*What you should do*: In the data, extract each line that holds the string "where".

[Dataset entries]
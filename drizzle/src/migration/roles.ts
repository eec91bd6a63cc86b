import pg from 'pg';

const quote = (name: string) => pg.escapeIdentifier(name);
const literal = (text: string) => pg.escapeLiteral(text);

function credentials(url: string): { role: string; password: string; database: string } {
  const parsed = new URL(url);
  return {
    role: decodeURIComponent(parsed.username),
    password: decodeURIComponent(parsed.password),
    database: decodeURIComponent(parsed.pathname.slice(1)),
  };
}

/** Owns every table and is never signed in as. */
export const ownerRole = 'masswright_owner';
export const applicationRole = 'masswright_app';
export const migrationRole = 'masswright_migration';

/**
 * Creates the three roles and the database where they are missing, and sets the passwords that the URLs carry. Needs a superuser.
 * FORCE ROW LEVEL SECURITY binds the owner too, so migration and backup have a role that may look past it, and the application has not.
 */
export async function createRolesAndDatabase(urls: { admin: string; migration: string; application: string }): Promise<void> {
  const migration = credentials(urls.migration);
  const application = credentials(urls.application);
  if (migration.role !== migrationRole || application.role !== applicationRole) {
    throw new Error(`DATABASE_MIGRATION_URL signs in as ${migrationRole} and DATABASE_URL as ${applicationRole}; these two names are fixed.`);
  }
  const client = new pg.Client({ connectionString: urls.admin });
  await client.connect();
  try {
    await client.query(`select pg_advisory_lock(hashtext('masswright.roles'))`);
    const has = async (query: string, name: string) => ((await client.query(query, [name])).rowCount ?? 0) > 0;
    const hasRole = (name: string) => has('select 1 from pg_roles where rolname = $1', name);
    if (!(await hasRole(ownerRole))) await client.query(`create role ${quote(ownerRole)} nologin nobypassrls`);
    for (const [login, rights] of [
      [migration, 'bypassrls'],
      [application, 'nobypassrls'],
    ] as const) {
      const verb = (await hasRole(login.role)) ? 'alter' : 'create';
      await client.query(`${verb} role ${quote(login.role)} login ${rights} nosuperuser nocreatedb nocreaterole password ${literal(login.password)}`);
    }
    await client.query(`grant ${quote(ownerRole)} to ${quote(migration.role)}`);
    if (!(await has('select 1 from pg_database where datname = $1', migration.database))) {
      await client.query(`create database ${quote(migration.database)} owner ${quote(ownerRole)}`);
    }
  } finally {
    await client.end();
  }
}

*Response area*:
 * Creates the three roles and the database where they are missing, and sets the passwords that the URLs carry. Needs a superuser.
    const hasRole = (name: string) => has('select 1 from pg_roles where rolname = $1', name);
    if (!(await has('select 1 from pg_database where datname = $1', migration.database))) {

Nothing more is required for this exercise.